May 28, 2015
The world’s largest complete DNA analysis of ovarian cancer, published overnight in Nature, has revealed unprecedented new insight into the genetic twists and turns a deadly form of the disease takes to outsmart chemotherapy, potentially changing treatment approaches for women around the world.
Led by Professor David Bowtell from Melbourne’s Peter MacCallum Cancer Centre, and in collaboration with researchers at Westmead Millennium Institute for Medical Research, Sydney, The University of Queensland’s Institute for Molecular Biosciences (IMB), Brisbane, and international colleagues, the study involved completely sequencing the genomes of 114 samples of high-grade serous ovarian carcinoma (HSC) from 92 patients — collected either at diagnosis, following successful and unsuccessful treatment, or immediately after death — to intricately investigate how the cancer evolves to evade initially effective chemotherapy.
Professor Bowtell says the study revealed at least four key mechanisms by which initially vulnerable ovarian cancers go through genetic changes and become resistant to common chemotherapy.
“In two of the mechanisms, cancer cells find a way of restoring their ability to repair damaged DNA and thereby resist the effects of chemotherapy; in another, cancer cells “hijack” a genetic switch that enables them to pump chemotherapy drugs out of harm’s way.
“A further mechanism sees the molecular structure of the cancer tissue shift and reshape, such that sheets of “scar tissue” appear to block chemotherapy from reaching its target,” said Professor Bowtell.
HSC accounts for 70 per cent of all ovarian cancers, and 60 per cent of ovarian cancer-related deaths, claiming approximately 80,000 women globally each year.
Professor Bowtell says until now there has been little information to guide clinicians when selecting treatment for women whose cancer has returned.
“For decades clinicians around the world have watched HSCs shrink under attack from chemotherapy, before returning aggressively months or years later.
“By completely sequencing the cancers, sampled at different stages of disease, for the first time we can map their evolution under the selective pressure of chemotherapy and begin work on better interventions,” he said.
Professor Anna DeFazio, Head of the Gynaecological Oncology Research Group at the Westmead Millennium Institute and co-senior author on the paper, says the study could be practice-changing.

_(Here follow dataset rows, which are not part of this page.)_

import type { Plan } from "../plan/index.ts";
import { count, type Engine } from "./engine.ts";
import type { Layout } from "./layout.ts";
import { nanoText } from "./nano.ts";
import type { FilterValues } from "./soundnessTypes.ts";
import { commonestValues } from "./sql/index.ts";
import type { Reduction } from "./types.ts";

const VALUES_SHOWN = 5;

type Account = Pick<Reduction, "rowLines" | "unitLines">;

/** Of filters that removed nothing, the commonest values of their columns: often a value is written otherwise in the log. */
export async function valuesOfFilters(
  plan: Plan,
  layout: Layout,
  account: Account,
  engine: Engine,
): Promise<FilterValues[]> {
  const found: FilterValues[] = [];
  for (const filter of plan.filters) {
    if (!("where" in filter) || !isIdle(filter, account)) continue;
    const columns = [...new Set(filter.where.map(({ column }) => column))].filter((column) => !isId(plan, column));
    const values: FilterValues["columns"][number][] = [];
    for (const column of columns) values.push({ column, values: await commonest(layout, column, engine) });
    found.push({ filter: filter.name, columns: values });
  }
  return found;
}

function isIdle({ name, drop }: Plan["filters"][number], { rowLines, unitLines }: Account): boolean {
  const id = `filter:${name}`;
  return drop === "rows"
    ? rowLines.some((line) => line.id === id && line.rows === 0)
    : unitLines.some((line) => line.id === id && line.units === 0);
}

/** No id of a unit, and no other that is nearly one, may reach the report. */
const isId = (plan: Plan, column: string) =>
  plan.log.some(({ columns }) => columns.unit === column || columns.eventId === column);

async function commonest(layout: Layout, column: string, engine: Engine) {
  const rows = await engine.query(commonestValues(layout, layout.columns.indexOf(column), VALUES_SHOWN));
  return rows.map((row) => {
    const { value } = row;
    return {
      value: typeof value === "object" && value !== null ? nanoText(value.nano) : String(value),
      rows: count(row, "rows"),
    };
  });
}
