import { divideRounded } from "./nano.ts";

/** Values of one power-of-two class of |x|; class null holds the zeros. In 10^-9 of the metric's unit. */
export interface PowerClass {
  readonly powerOfTwo: number | null;
  readonly n: bigint;
  readonly total: bigint;
  readonly least: bigint;
  readonly most: bigint;
}

/**
 * What values are measured against: u = (x - pivot) / scale.
 *
 * The pivot is the mean of the bulk, rounded to 9 places: classes from the top are dropped while together they hold at most
 * one unit, or 1 in 1,000 where that is more. A mean with an outlier in it would cancel the rest away. The last class
 * stays. The scale is the smallest power of two that is not under max |x - pivot|, 1 when that is 0.
 * @returns pivot in 10^-9 of the metric's unit; both fixed by exact sums, so the same for any order of rows
 */
export function pivotAndScale(classes: readonly PowerClass[]): { pivot: bigint; scale: number } {
  if (classes.length === 0) return { pivot: 0n, scale: 1 };
  const ordered = [...classes].sort(
    (a, b) => (a.powerOfTwo ?? Number.NEGATIVE_INFINITY) - (b.powerOfTwo ?? Number.NEGATIVE_INFINITY),
  );
  const all = ordered.reduce((n, c) => n + c.n, 0n);
  const spared = all / 1000n > 1n ? all / 1000n : 1n;
  let dropped = 0n;
  let kept = ordered.length;
  for (let i = ordered.length - 1; i > 0; i--) {
    dropped += ordered[i]?.n ?? 0n;
    if (dropped > spared) break;
    kept = i;
  }
  const bulk = ordered.slice(0, kept);
  const pivot = divideRounded(
    bulk.reduce((sum, c) => sum + c.total, 0n),
    bulk.reduce((n, c) => n + c.n, 0n),
  );
  const reach = ordered.reduce((far, c) => larger(far, larger(distance(c.least, pivot), distance(c.most, pivot))), 0n);
  return { pivot, scale: powerOfTwoOver(reach) };
}

/** The smallest power of two that is not under a number of 10^-9; 1 for 0. */
export function powerOfTwoOver(nano: bigint): number {
  if (nano === 0n) return 1;
  let exponent = 0;
  while (2n ** BigInt(exponent) * 1_000_000_000n < nano) exponent += 1;
  // Under 1: halve while half of it still reaches; 2^-k * 10^9 >= nano is 10^9 >= nano * 2^k.
  if (exponent === 0) while (1_000_000_000n >= nano * 2n ** BigInt(1 - exponent)) exponent -= 1;
  return 2 ** exponent;
}

/** The same for a double. */
export function scaleOver(reach: number): number {
  if (reach === 0) return 1;
  const guess = 2 ** Math.ceil(Math.log2(reach));
  if (guess < reach) return guess * 2;
  return guess / 2 >= reach ? guess / 2 : guess;
}

const distance = (a: bigint, b: bigint) => (a < b ? b - a : a - b);
const larger = (a: bigint, b: bigint) => (a < b ? b : a);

“Each of our findings suggest a refined approach to drug selection in recurrent ovarian cancer, which could include bypassing drugs that are unlikely to be effective.
“This particular view of such a complex disease has never been seen before, and we believe it will lead to more women receiving treatment better suited to their particular cancer, all over the world,’ said Professor deFazio.
Fellow co-senior author Professor Sean Grimmond from IMB says finding sub-types of disease, but also sub-types of resistant disease, carries huge implications for designing future treatments.
“We really need to continue to write the atlas for this complex disease and get more sophisticated about the amount of drug we give, when we give it, and the types and combinations of treatments in relation to each woman’s cancer,” said Professor Grimmond.
Dr Ann-Marie Patch, from QIMR Berghofer Medical Genomics Group and formerly from IMB, says cutting-edge technology was crucial to this turning-point in the global fight against ovarian cancer.
“By using the latest sequencing techniques we have been able to find scars from breaks in the DNA that have helped us better define the genes involved in allowing tumours to grow.
“The research team is incredibly appreciative of the many women who allowed their samples to be collected so that we can find out what happens to the cancer cells after treatment and will allow us to work towards better treatments for women in the future,” said Dr Patch.
The study involved women from the Peter MacCallum Cancer Centre and Westmead Hospital in Australia, Hammersmith Hospital at the Imperial College of London, United Kingdom, and The University of Chicago, United States, and was supported by the National Health and Medical Research Council, Worldwide Cancer Research (UK), Cancer Australia, Ovarian Cancer Action (UK) and Ovarian Cancer Australia.